Il est cependant incontestable que la Millennium Tower s’est enfoncée plus que prévu. La plupart des fondations s’affaissent pendant la construction, car le site est chargé par le poids mort de la structure, et une fois occupé, un bâtiment peut continuer à bouger légèrement – généralement personne ne le remarque. Dans ce cas, quelque chose d’inhabituel s’est produit, entraînant un déplacement plus important que prévu après l’achèvement du bâtiment. L’explication la plus plausible est un changement du niveau de la nappe phréatique. Imaginez que ce qui se trouve sous la surface à San Francisco ressemble à un morceau de fromage suisse, et que les vides sont remplis de toutes sortes de choses, y compris de l’eau. En fait, le fromage lui-même est plutôt un mélange de matières dures et molles, et il existe de nombreuses fissures par lesquelles l’eau peut migrer sous terre. Au cours de la dernière décennie, un boom de la construction a stimulé l’économie de San Francisco, et de nombreux projets de grande envergure ont été construits près de la Millennium Tower. Les excavations réalisées dans le cadre de ces projets ont pu provoquer un déplacement de la nappe phréatique et une surcharge des couches d’argile situées sous les pieux de la tour, entraînant un tassement plus important que prévu. La plupart des travaux souterrains près de la Millennium Tower sont maintenant terminés, et des experts crédibles ont conclu que le bâtiment est sûr. Étant donné l’ampleur relativement minime du déplacement, la tour ne va pas s’effondrer.

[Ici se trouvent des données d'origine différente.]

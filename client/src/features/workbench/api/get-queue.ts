import { queryOptions, useQuery } from '@tanstack/react-query';
import type { QueueItem } from './types';
import { api } from '../../../lib/api';
import { workbenchKeys } from './keys';

export const getQueue = () => api<QueueItem[]>('GET', '/api/me/queue');

export const queueQuery = () => queryOptions({ queryKey: workbenchKeys.queue(), queryFn: getQueue });

/** Triage and the desk move items while the fixer watches, so the queue refreshes on its own. */
export const useQueue = () => useQuery({ ...queueQuery(), refetchInterval: 30_000 });
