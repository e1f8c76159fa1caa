/** The address of an item's photo; the browser loads it as an image, so this is a link, not a query. */
export const photoUrl = (photoId: string) => `/api/photos/${photoId}`;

Pas même en cas de tremblement de terre
En fait, la plupart des habitants de la région de la baie ne s’inquiétaient pas trop de THE BIG ONE jusqu’à ce que le New York Times publie en avril un article commémorant le 112e anniversaire de notre célèbre tremblement de terre et incendie de 1906. Suivant un modèle perfectionné par Fox News, les auteurs citaient diverses sources pour remettre en question la sagesse de permettre à San Francisco de construire des tours, et encore moins une tour comme la Millennium Tower. Selon eux, San Francisco a pris un grand risque sismique. La citation la plus troublante est celle d’un professeur de Caltech qui a dit de nos bâtiments : « C’est un peu comme monter dans un nouvel avion qui n’a été conçu que sur le papier mais dans lequel personne n’a jamais volé. » Qu’est-ce que cela peut bien vouloir dire ? Depuis l’époque gothique, les bâtiments ont été « conçus sur papier » plutôt que par essais et erreurs, et certaines des créations humaines à grande échelle les plus remarquables doivent leur existence à des abstractions mathématiques qui ont débouché sur une réalité construite. Les conceptions sont largement testées à l’aide de modèles informatiques, ce qui, soit dit en passant, est également la façon dont les avions sont conçus de nos jours.

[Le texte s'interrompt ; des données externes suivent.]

#[test]
fn laps_of_a_closed_path_never_stop_at_the_seam() {
    // A closed path driven in one direction is one leg without an end
    // ("stations wrap"): laps go on Following through the seam, the station
    // counts modulo the length, the speed cap never asks for a stop, and a
    // dropout across the seam is coasted through (the window moved on by
    // dead reckoning). Fixes 0.3 m left of the track at 2 m/s.
    let path = stadium();
    let len = 40.0 + 10.0 * core::f64::consts::PI;
    assert!((path.length() - len).abs() < 1e-9);
    let v = tractor();
    let mut g = Guidance::new(
        v,
        PurePursuit::tractor(),
        TrackerConfig::tractor(),
        SupervisorConfig::default_for(&v),
    )
    .unwrap();
    let mut now = Micros(1_000_000);
    let mut s = len - 12.0;
    let mut seams = 0;
    let mut last_station = None;
    while s < 2.5 * len {
        // No fixes for 0.4 s as the vehicle crosses the seam on the second
        // lap (within the 0.5 s hold time).
        let dropout = s > 2.0 * len - 0.4 && s < 2.0 * len + 0.4;
        let (x, y, h) = stadium_at(s);
        let update = if dropout {
            FixUpdate::NoFix
        } else {
            FixUpdate::New(Fix::new(x - 0.3 * h.sin(), y + 0.3 * h.cos(), h, 2.0, now))
        };
        let c = g.step(&path, &GuidanceInput::new(update, now, DT_US));
        if dropout {
            assert_eq!(c.status, GuidanceStatus::Degraded, "{s}");
        } else {
            assert_eq!(c.status, GuidanceStatus::Following, "{s}: {c:?}");
            assert!(c.speed_limit > 1.0, "{s}: {}", c.speed_limit);
            let t = c.tracking.unwrap();
            let want = s.rem_euclid(len);
            let mut e = (t.station - want).abs();
            e = e.min(len - e);
            assert!(e < 1e-6, "{s}: station {} vs {want}", t.station);
            assert!((t.cross_track - 0.3).abs() < 1e-6, "{s}: {}", t.cross_track);
            assert!((t.distance_to_end - (len - t.station)).abs() < 1e-9);
            if last_station.is_some_and(|l| t.station < l) {
                seams += 1;
            }
            last_station = Some(t.station);
        }
        s += 0.1;
        now = now.add_micros(DT_US);
    }
    assert_eq!(seams, 2, "two seams crossed with fixes");
}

Depuis l’époque de la Côte de Barbarie, ceux d’entre nous qui vivent sur les lignes de faille ont développé des mécanismes d’adaptation pour faire face à la possibilité d’un tremblement de terre majeur au cours de leur vie. Certains sont partis – le plus célèbre étant Enrico Caruso, qui était ici pour l’événement de 1906 et a juré de ne jamais revenir (et ne l’a pas fait). À l’heure actuelle, les parieurs estiment qu’un séisme majeur d’une magnitude de 6,7 ou plus sur l’une de nos trois failles sismiques actives a 72 % de chances de se produire au cours des 30 prochaines années. Entre-temps, la plupart d’entre nous continueront à profiter de notre extraordinaire décor urbain, qui n’existerait même pas sans les mouvements de terrain dont le comportement est impossible à maîtriser.